### EXERCISE GOAL
Write out, from the entries below, exactly the lines that run between the lines holding "deleteIndex(uid: string): EnqueuedTaskView" and "let index = this.indexes.get(uid);", inclusive, and stop there.

(Stored data)

———

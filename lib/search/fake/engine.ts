/** The fake's state and operations, independent of HTTP: indexes, documents, settings, tasks. */
import { badRequest, FakeApiError, indexNotFound } from './errors';
import { evaluateFilter } from './evaluate';
import { runSearch, validateSearchRequest } from './search';
import { settingNameFromRoute, validateSettingsPatch, defaultSettings, type IndexSettings } from './settings';
import { documentKey, FakeIndex, inferPrimaryKey, type Document } from './store';
import { TaskQueue, type EnqueuedTaskView } from './tasks';

const INDEX_UID = /^[a-zA-Z0-9_-]{1,400}$/;

export interface IndexView {
  uid: string;
  primaryKey: string | null;
  createdAt: string;
  updatedAt: string;
}

function indexView(index: FakeIndex): IndexView {
  return {
    uid: index.uid,
    primaryKey: index.primaryKey,
    createdAt: index.createdAt.toISOString(),
    updatedAt: index.updatedAt.toISOString(),
  };
}

function checkIndexUid(uid: unknown): string {
  if (typeof uid !== 'string' || !INDEX_UID.test(uid)) {
    throw badRequest(
      'invalid_index_uid',
      `\`${String(uid)}\` is not a valid index uid. Index uid can be an integer or a string containing only alphanumeric characters, hyphens (-) and underscores (_), and can not be more than 400 bytes.`,
    );
  }
  return uid;
}

function asDocuments(body: unknown): Document[] {
  const list = Array.isArray(body) ? body : [body];
  if (!list.every((doc) => typeof doc === 'object' && doc !== null && !Array.isArray(doc))) {
    throw badRequest('malformed_payload', 'The documents payload must be a JSON object or an array of JSON objects.');
  }
  return list as Document[];
}

function pagingParam(params: URLSearchParams, name: string, fallback: number): number {
  const raw = params.get(name);
  const value = raw === null ? fallback : Number(raw);
  if (!Number.isInteger(value) || value < 0)
    throw badRequest(
      `invalid_document_${name}`,
      `Invalid value in parameter \`${name}\`: expected a positive integer.`,
    );
  return value;
}

function pickFields(doc: Document, fields: string[] | null): Document {
  if (!fields || fields.includes('*')) return doc;
  return Object.fromEntries(Object.entries(doc).filter(([key]) => fields.includes(key)));
}

export class FakeEngine {
  private readonly indexes = new Map<string, FakeIndex>();
  readonly tasks = new TaskQueue();

  // Indexes

  getIndex(uid: string): FakeIndex {
    const index = this.indexes.get(uid);
    if (!index) throw indexNotFound(uid);
    return index;
  }

  describeIndex(uid: string): IndexView {
    return indexView(this.getIndex(uid));
  }

  listIndexes(params: URLSearchParams): Record<string, unknown> {
    const offset = pagingParam(params, 'offset', 0);
    const limit = pagingParam(params, 'limit', 20);
    const all = [...this.indexes.values()].sort((a, b) => (a.uid < b.uid ? -1 : 1));
    return { results: all.slice(offset, offset + limit).map(indexView), offset, limit, total: all.length };
  }

  createIndex(body: unknown): EnqueuedTaskView {
    const { uid, primaryKey } = (body ?? {}) as { uid?: unknown; primaryKey?: unknown };
    const checked = checkIndexUid(uid);
    const key = typeof primaryKey === 'string' ? primaryKey : null;
    return this.tasks.enqueue(checked, 'indexCreation', { primaryKey: key }, () => {
      if (this.indexes.has(checked))
        throw new FakeApiError(409, 'index_already_exists', `Index \`${checked}\` already exists.`);
      this.indexes.set(checked, new FakeIndex(checked, key));
      return {};
    });
  }

  updateIndex(uid: string, body: unknown): EnqueuedTaskView {
    const { primaryKey } = (body ?? {}) as { primaryKey?: unknown };
    return this.tasks.enqueue(uid, 'indexUpdate', { primaryKey: primaryKey ?? null }, () => {
      const index = this.getIndex(uid);
      if (typeof primaryKey === 'string' && primaryKey !== index.primaryKey) {
        if (index.documentCount > 0) {
          throw badRequest(
            'index_primary_key_already_exists',
            `Index \`${uid}\` already has a primary key: \`${index.primaryKey}\`.`,
          );
        }
        index.primaryKey = primaryKey;
      }
      return {};
    });
  }

  deleteIndex(uid: string): EnqueuedTaskView {
    return this.tasks.enqueue(uid, 'indexDeletion', { deletedDocuments: 0 }, () => {
      const index = this.getIndex(uid);
      this.indexes.delete(uid);
      return { deletedDocuments: index.documentCount };
    });
  }

  private getOrCreateIndex(uid: string): FakeIndex {
    let index = this.indexes.get(uid);
    if (!index) {
      index = new FakeIndex(uid, null);
      this.indexes.set(uid, index);
    }
    return index;
  }

  // Documents

  /** POST replaces whole documents; PUT merges the given fields into existing ones. */
  writeDocuments(uid: string, body: unknown, params: URLSearchParams, mode: 'replace' | 'merge'): EnqueuedTaskView {
    checkIndexUid(uid);
    const docs = asDocuments(body);
    const requestedKey = params.get('primaryKey');
    const details = { receivedDocuments: docs.length, indexedDocuments: null as number | null };
    return this.tasks.enqueue(uid, 'documentAdditionOrUpdate', details, () => {
      const index = this.getOrCreateIndex(uid);
      const primaryKey = this.resolvePrimaryKey(index, requestedKey, docs);
      const keyed = docs.map((doc) => [this.keyOf(doc, primaryKey), doc] as const);
      for (const [key, doc] of keyed) {
        const existing = mode === 'merge' ? index.document(index.slotOf(key) ?? -1) : undefined;
        index.put(key, existing ? { ...existing, ...doc } : doc);
      }
      return { indexedDocuments: docs.length };
    });
  }

  private resolvePrimaryKey(index: FakeIndex, requested: string | null, docs: Document[]): string {
    if (requested && index.primaryKey && requested !== index.primaryKey) {
      throw badRequest(
        'index_primary_key_already_exists',
        `Index \`${index.uid}\` already has a primary key: \`${index.primaryKey}\`.`,
      );
    }
    if (!index.primaryKey && docs.length > 0) index.primaryKey = requested ?? inferPrimaryKey(docs[0]);
    return index.primaryKey ?? requested ?? '';
  }

  private keyOf(doc: Document, primaryKey: string): string {
    const raw = doc[primaryKey];
    if (raw === undefined) {
      throw badRequest(
        'missing_document_id',
        `Document doesn't have a \`${primaryKey}\` attribute: \`${JSON.stringify(doc).slice(0, 200)}\`.`,
      );
    }
    const key = documentKey(raw);
    if (key === null) {
      throw badRequest(
        'invalid_document_id',
        `Document identifier \`${JSON.stringify(raw)}\` is invalid. A document identifier can be of type integer or string, only composed of alphanumeric characters (a-z A-Z 0-9), hyphens (-) and underscores (_), and can not be more than 511 bytes.`,
      );
    }
    return key;
  }

  getDocument(uid: string, id: string, params: URLSearchParams): Document {
    const index = this.getIndex(uid);
    const doc = index.document(index.slotOf(id) ?? -1);
    if (!doc) throw new FakeApiError(404, 'document_not_found', `Document \`${id}\` not found.`);
    return pickFields(doc, params.get('fields')?.split(',') ?? null);
  }

  listDocuments(uid: string, params: URLSearchParams): Record<string, unknown> {
    const index = this.getIndex(uid);
    const offset = pagingParam(params, 'offset', 0);
    const limit = pagingParam(params, 'limit', 20);
    const fields = params.get('fields')?.split(',') ?? null;
    const all = index.allDocuments();
    return {
      results: all.slice(offset, offset + limit).map((doc) => pickFields(doc, fields)),
      offset,
      limit,
      total: all.length,
    };
  }

  fetchDocuments(uid: string, body: unknown): Record<string, unknown> {
    const index = this.getIndex(uid);
    const {
      filter,
      offset = 0,
      limit = 20,
      fields = null,
    } = (body ?? {}) as { filter?: unknown; offset?: number; limit?: number; fields?: string[] | null };
    const selected = evaluateFilter(index, filter);
    const docs: Document[] = [];
    (selected ?? index.liveSlots()).forEach((slot) => docs.push(index.document(slot) as Document));
    return {
      results: docs.slice(offset, offset + limit).map((doc) => pickFields(doc, fields)),
      offset,
      limit,
      total: docs.length,
    };
  }

  deleteDocument(uid: string, id: string): EnqueuedTaskView {
    return this.deleteByIds(uid, [id]);
  }

  deleteDocumentBatch(uid: string, body: unknown): EnqueuedTaskView {
    if (!Array.isArray(body)) throw badRequest('malformed_payload', 'Expected an array of document ids.');
    return this.deleteByIds(
      uid,
      body.map((id) => String(id)),
    );
  }

  private deleteByIds(uid: string, ids: string[]): EnqueuedTaskView {
    return this.tasks.enqueue(uid, 'documentDeletion', { providedIds: ids.length, deletedDocuments: null }, () => {
      const index = this.getIndex(uid);
      return { deletedDocuments: ids.filter((id) => index.delete(id)).length };
    });
  }

  deleteDocumentsByFilter(uid: string, body: unknown): EnqueuedTaskView {
    const { filter } = (body ?? {}) as { filter?: unknown };
    if (filter === undefined) throw badRequest('missing_document_filter', 'Missing field `filter`.');
    return this.tasks.enqueue(
      uid,
      'documentDeletion',
      { originalFilter: JSON.stringify(filter), deletedDocuments: null },
      () => {
        const index = this.getIndex(uid);
        const keys: string[] = [];
        evaluateFilter(index, filter)?.forEach((slot) => {
          const doc = index.document(slot);
          if (doc && index.primaryKey) keys.push(String(doc[index.primaryKey]));
        });
        return { deletedDocuments: keys.filter((key) => index.delete(key)).length };
      },
    );
  }

  deleteAllDocuments(uid: string): EnqueuedTaskView {
    return this.tasks.enqueue(uid, 'documentDeletion', { deletedDocuments: null }, () => ({
      deletedDocuments: this.getIndex(uid).clear(),
    }));
  }

  // Settings

  getSettings(uid: string): IndexSettings {
    return this.getIndex(uid).settings;
  }

  getSetting(uid: string, route: string): unknown {
    const name = this.settingName(route);
    return this.getIndex(uid).settings[name];
  }

  updateSettings(uid: string, body: unknown): EnqueuedTaskView {
    checkIndexUid(uid);
    const patch = validateSettingsPatch(body);
    return this.tasks.enqueue(uid, 'settingsUpdate', { ...patch }, () => {
      this.getOrCreateIndex(uid).updateSettings(patch);
      return {};
    });
  }

  updateSetting(uid: string, route: string, body: unknown): EnqueuedTaskView {
    return this.updateSettings(uid, { [this.settingName(route)]: body });
  }

  resetSettings(uid: string): EnqueuedTaskView {
    return this.tasks.enqueue(uid, 'settingsUpdate', {}, () => {
      this.getIndex(uid).updateSettings(defaultSettings());
      return {};
    });
  }

  resetSetting(uid: string, route: string): EnqueuedTaskView {
    return this.updateSettings(uid, { [this.settingName(route)]: null });
  }

  private settingName(route: string): keyof IndexSettings {
    const name = settingNameFromRoute(route);
    if (!name) throw new FakeApiError(404, 'not_found', 'The requested route does not exist.');
    return name;
  }

  // Search and stats

  search(uid: string, body: unknown): Record<string, unknown> {
    return runSearch(this.getIndex(uid), validateSearchRequest(body));
  }

  indexStats(uid: string): Record<string, unknown> {
    const index = this.getIndex(uid);
    return {
      numberOfDocuments: index.documentCount,
      isIndexing: this.tasks.isBusy(uid),
      fieldDistribution: index.fieldDistribution(),
      numberOfEmbeddedDocuments: 0,
      numberOfEmbeddings: 0,
      rawDocumentDbSize: 0,
      avgDocumentSize: 0,
      indexSize: 0,
      usedIndexSize: 0,
    };
  }

  stats(): Record<string, unknown> {
    const indexes = Object.fromEntries([...this.indexes.keys()].map((uid) => [uid, this.indexStats(uid)]));
    return { databaseSize: 0, usedDatabaseSize: 0, lastUpdate: null, indexes };
  }
}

———

### EXPECTED OUTPUT
  deleteIndex(uid: string): EnqueuedTaskView {
    return this.tasks.enqueue(uid, 'indexDeletion', { deletedDocuments: 0 }, () => {
      const index = this.getIndex(uid);
      this.indexes.delete(uid);
      return { deletedDocuments: index.documentCount };
    });
  }

  private getOrCreateIndex(uid: string): FakeIndex {
    let index = this.indexes.get(uid);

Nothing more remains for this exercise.